Michael, I was thinking about 2.6.22-rc5, because it has a huge update for usb and video etc. and refreshing this issue would be good with particularly this release. However this problem is striking to me, because I ran into similar one myself. I've looked on the web and found that Xorg+pretty recent kernels produce hangs just like yours and they range from keybord, and/or mouse, up to hanging a whole system. I am working on building latest kernel and instrumenting it. What makes this harder is just like you said - hangs are very random and rare, and there is no way to reproduce them at will. Look into bug 6645 - similar problem, check if it is same as yours and the workaround applies to your case.
Any new updates on this problem? Michael, have you tried newer kernel/X? If so the problem should probably be reported on xorg or dri lists: xorg@lists.freedesktop.org, dri-devel@lists.sourceforge.net
Just to let you know. I am now on 2.6.27-rc6, xserver-core 1.4.2, xorg 7.3, and the problem is still there. I needed to install some openGL apps (I did not use any before because of the crashes), and it took three days until I got my freeze :-( Again, nothing in the syslog or anywhere else. Being more than two years old now, I guess this bug will never be found. Only solution seems to upgrade to another hardware or just not to use any opengl apps. Unfortunately, I am still very happy with my Thinkpad X31, otherwise. So I guess I will go without opengl for another two to three years, until there is a stronger reason to upgrade the hardware. Pity, I like compiz... Thanks anyway and kind regards Michael
Michael, did you ever try turning off AGP? Wrong AGPMode setting, or AGP at all, is known to cause system freezes. Add this to your Device section: Option "BusType" "PCI" If that works out well, you can remove that line and instead try Option "AGPMode" "2" or try 4 instead of 2.
Tormod, well, I am pretty sure that I have tried many xorg options when I first reported the bug (two years ago) including different AGPmodes, but I will try BusType PCI again. Due to the infrequent nature of these freezes it may, however, take days or weeks until I can give feedback. Thanks for your help, Michael
Hmm, one question: Is AGP only used in opengl apps? I guess not. It rather seems to be the basic hardware communication protocol, isn't it? Because, without opengl I don't have any freezes of the machine, whatsoever. Only with opengl apps (e.g. compiz, googleearth) I occasionally experience these crashes. Wouldn't this rule out an effect of the option "BusType" "PCI"?
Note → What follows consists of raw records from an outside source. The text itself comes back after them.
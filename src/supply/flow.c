/* Exact flow of a linear network over steps that halve again and again.
 * SPDX-License-Identifier: GPL-3.0-or-later */
#include "supply/flow.h"

#include <math.h>
#include <string.h>

typedef double square[PLW_FLOW_WIDTH][PLW_FLOW_WIDTH];

/* out = factor (left right) + 2 extra left, rows of zeros passed over: most rows belong to constant inputs. */
static void multiply(square left, square right, size_t width, double factor, double twice, square out) {
    for (size_t i = 0; i < width; i++) {
        double row[PLW_FLOW_WIDTH] = {0};
        for (size_t k = 0; k < width; k++) {
            const double weight = factor * left[i][k];
            if (weight != 0) {
                for (size_t j = 0; j < width; j++) {
                    row[j] += weight * right[k][j];
                }
            }
        }
        for (size_t j = 0; j < width; j++) {
            out[i][j] = row[j] + twice * left[i][j];
        }
    }
}

static double largest_row_sum(square matrix, size_t width) {
    double largest = 0;
    for (size_t i = 0; i < width; i++) {
        double sum = 0;
        for (size_t j = 0; j < width; j++) {
            sum += fabs(matrix[i][j]);
        }
        largest = fmax(largest, sum);
    }
    return largest;
}

/* exp(matrix) - 1 by its series, Horner's way.  The largest row sum is at most 1/8, so nine terms are enough. */
static void short_series(square matrix, size_t width, square out) {
    square inner;
    memcpy(inner, matrix, sizeof inner);
    for (int term = 9; term >= 2; term--) {
        square next;
        multiply(matrix, inner, width, 1.0 / term, 0, next);
        for (size_t i = 0; i < width; i++) {
            for (size_t j = 0; j < width; j++) {
                inner[i][j] = matrix[i][j] + next[i][j];
            }
        }
    }
    memcpy(out, inner, sizeof inner);
}

void plw_flow_make(plw_flow *flow, double matrix[PLW_FLOW_WIDTH][PLW_FLOW_WIDTH], size_t width, double step) {
    flow->width = width;
    for (int level = 0; level < PLW_FLOW_LEVELS; level++) {
        flow->step[level] = ldexp(step, -level);
    }
    const double shortest = flow->step[PLW_FLOW_LEVELS - 1];
    int squarings = 0;
    const double size = 8 * shortest * largest_row_sum(matrix, width);
    if (size > 1) {
        squarings = (int)ceil(log2(size));
    }
    const double scale = ldexp(shortest, -squarings);
    square power = {{0}};
    for (size_t i = 0; i < width; i++) {
        for (size_t j = 0; j < width; j++) {
            power[i][j] = scale * matrix[i][j];
        }
    }
    square now;
    short_series(power, width, now);
    for (int s = 0; s < squarings; s++) {
        /* (1 + E)^2 - 1 = E^2 + 2 E */
        square next;
        multiply(now, now, width, 1, 2, next);
        memcpy(now, next, sizeof now);
    }
    memcpy(flow->change[PLW_FLOW_LEVELS - 1], now, sizeof now);
    for (int level = PLW_FLOW_LEVELS - 2; level >= 0; level--) {
        multiply(flow->change[level + 1], flow->change[level + 1], width, 1, 2, flow->change[level]);
    }
}
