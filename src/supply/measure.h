/* Mean values, ripple, RMS currents and waveforms of a steady state.
 * SPDX-License-Identifier: GPL-3.0-or-later */
#ifndef SUPPLY_MEASURE_H
#define SUPPLY_MEASURE_H

#include "supply/steady.h"

/* Run the cycle once more and fill *state, but for load, rectified and average currents, source_ohms
 * and iterations.  Mean volts are as good as the cubics; plw_network_means() has them exact.
 * In:   instants[count], or NULL and 0 */
void plw_measure(const plw_engine *engine, double load_amps, const double *start, plw_rectifier_instant *instants,
                 size_t count, plw_rectifier_state *state);

#endif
AFAIK, the DRI is the only component that uses AGP transfers with the ATI cards. If you don't enable DRI, AGP is not used, only basic PCI over the AGP slot.
Using option PCI often help in lockup case, AGP is wacky. And having freeze only with gl apps doesn't rule out this option.
PCI vs. AGP only affects the GART setup for GPU access to buffers in system memory (command buffers, vertex buffers, etc.). AGP tends to be problematic. The radeon PCI GART interface is usually pretty stable.